Background: The purpose of this study was to perform a cross-sectional analysis on the gender composition of practicing academic orthopaedic surgeons using three databases composed of clinical orthopaedic surgeons. Methods: A comprehensive database of 4,519 clinically active academic orthopaedic surgeons was compiled for this study after the review of publicly available data. The complied data set was evaluated alongside orthopaedic databases obtained from the 2017 Association of American Medical Colleges (AAMC) Faculty Administrative Management Online User System and the 2016 American Academy of Orthopaedic Surgery (AAOS) Orthopaedic Practice in the US census representing the entire academy membership orthopaedic workforce. Gender status was obtained and compared between the three databases. Results: Of the 4,519 clinically active academic orthopaedic surgeons analyzed, 435 (10%) were female compared with 19% for the AAMC faculty database and 7% for the AAOS members. Fourteen percent of women had achieved the rank of professor compared with 25% of the men ( P < 0.001).
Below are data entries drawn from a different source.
"""Hotspot timings beside the Python reference libraries.

Run the native benchmark first (it writes the events and its own figures):

    cargo run --release --example bench_hotspots
    python3 bench/hotspots_vs_python.py

Same events (target/bench_hotspots_events.csv: 100 000 invented events in a
20 km x 15 km rectangle with a 3 km square hole), same grid (512 x 384 cell
centres, 39.0625 m cells) and same bandwidth (Gaussian SD 150 m) as the
Rust surface run, and the same DBSCAN parameters (eps 100 m, min_samples 10).

What is compared, and the shortcuts taken (Python's direct cost is
O(events x cells), so the full problem would take minutes):
  * scipy.stats.gaussian_kde: evaluated for a SUBSET of 2 000 events on the
    full grid, then scaled linearly to 100 000 events (its cost is exactly
    linear in the number of events). Its bandwidth matrix is
    factor^2 x sample covariance; we set the factor so that the mean per-axis
    SD is 150 m. The shape differs from our isotropic kernel but the cost does
    not depend on the shape.
  * sklearn.neighbors.KernelDensity(bandwidth=150, kd-tree, rtol=0): all
    100 000 events, isotropic as ours, evaluated at 20 000 of the grid cells
    and scaled linearly to the whole grid.
  * sklearn.cluster.DBSCAN: all 100 000 events, directly.
No edge correction in either Python KDE (ours is timed both ways).
"""
import json
import os
import time

import numpy as np
from scipy.stats import gaussian_kde
from sklearn.cluster import DBSCAN
from sklearn.neighbors import KernelDensity

root = os.path.join(os.path.dirname(os.path.abspath(__file__)), "..")
ev = np.loadtxt(os.path.join(root, "target/bench_hotspots_events.csv"), delimiter=",", skiprows=1)
rust = [json.loads(l.rstrip(",\n")) for l in open(os.path.join(root, "target/bench_hotspots.json")).read().strip()[1:-1].split("\n")]


def rust_time(task, **kw):
    for r in rust:
        if r["task"] == task and all(r.get(k) == v for k, v in kw.items()):
            return r["seconds"]
    raise KeyError(task)


n = len(ev)
h = 150.0
# Grid of the Rust run: 512 x 384 cells of 20000/512 m over [0,20000]x[0,15000].
cell = 20000.0 / 512
gx = (np.arange(512) + 0.5) * cell
gy = (np.arange(384) + 0.5) * cell
G = np.array(np.meshgrid(gx, gy)).reshape(2, -1)

rows = []

# scipy gaussian_kde on a subset, scaled.
class IsotropicKDE(gaussian_kde):
    """gaussian_kde with kernel covariance bw_method^2 * I (as in
    tests/reference/kde_reference.py)."""

    def _compute_covariance(self):
        self._data_covariance = np.eye(self.d)
        self._data_cho_cov = np.eye(self.d)
        super()._compute_covariance()


sub = ev[np.random.default_rng(1).choice(n, 2000, replace=False)]
kde = IsotropicKDE(sub.T, bw_method=h)
t = time.perf_counter()
kde(G)
t_sub = time.perf_counter() - t
t_scipy = t_sub * n / len(sub)
r_g = rust_time("surface", kernel="Gaussian", edge="None")
r_gjd = rust_time("surface", kernel="Gaussian", edge="JonesDiggle")
rows.append(("KDE 100k events, 512x384 grid: scipy gaussian_kde (2k-event subset x50)", t_scipy, r_g, r_gjd))

# sklearn KernelDensity on a subset of cells, scaled.
kd = KernelDensity(kernel="gaussian", bandwidth=h, rtol=0.0).fit(ev)
cells = G.T[np.random.default_rng(2).choice(G.shape[1], 20000, replace=False)]
t = time.perf_counter()
kd.score_samples(cells)
t_cells = time.perf_counter() - t
t_sk = t_cells * G.shape[1] / len(cells)
rows.append(("KDE 100k events, 512x384 grid: sklearn KernelDensity (20k cells x9.8)", t_sk, r_g, r_gjd))

# DBSCAN.
t = time.perf_counter()
db = DBSCAN(eps=100.0, min_samples=10).fit(ev)
t_db = time.perf_counter() - t
r_db = rust_time("dbscan")
rows.append(("DBSCAN 100k events, eps 100 m, min_samples 10: sklearn", t_db, r_db, None))
ours = next(r for r in rust if r["task"] == "dbscan")
same = (db.labels_.max() + 1 == ours["clusters"]) and (int((db.labels_ == -1).sum()) == ours["noise"])

print(f"{'task':78s} {'python s':>9s} {'ours s':>8s} {'ratio':>7s}")
for name, tp, tr, tr2 in rows:
    print(f"{name:78s} {tp:9.3f} {tr:8.3f} {tp / tr:7.1f}x")
    if tr2 is not None:
        print(f"{'   ours with Jones-Diggle edge correction':78s} {'':9s} {tr2:8.3f} {tp / tr2:7.1f}x")
        ex = next(r for r in rust if r["task"] == "surface_error" and r["kernel"] == "Gaussian")
        print(f"{'   ours, exact evaluation (cut at 8 SD, grid index)':78s} {'':9s} {ex['exact_seconds']:8.3f} {tp / ex['exact_seconds']:7.1f}x")
print("DBSCAN clusters/noise sklearn:", db.labels_.max() + 1, int((db.labels_ == -1).sum()),
      "ours:", ours["clusters"], ours["noise"], "(same)" if same else "(DIFFERENT)")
AAMC faculty had a significantly higher percentages of female representation compared with both the clinical faculty (19% versus 10%; P < 0.001) and AAOS members (19% versus 7%; P < 0.001). Conclusion: Despite multiple initiatives designed to increase diversity, the 7% female representation in the orthopaedic workforce identified in this study remains markedly lower than other medical and surgical specialties. A higher percentage of women were associated with the AAMC orthopaedic faculty compared with clinically active female surgeons at these institutions. Academic orthopaedic surgeons had greater female representation than the general orthopaedic workforce, highlighting the importance of training institutions at promoting gender equity.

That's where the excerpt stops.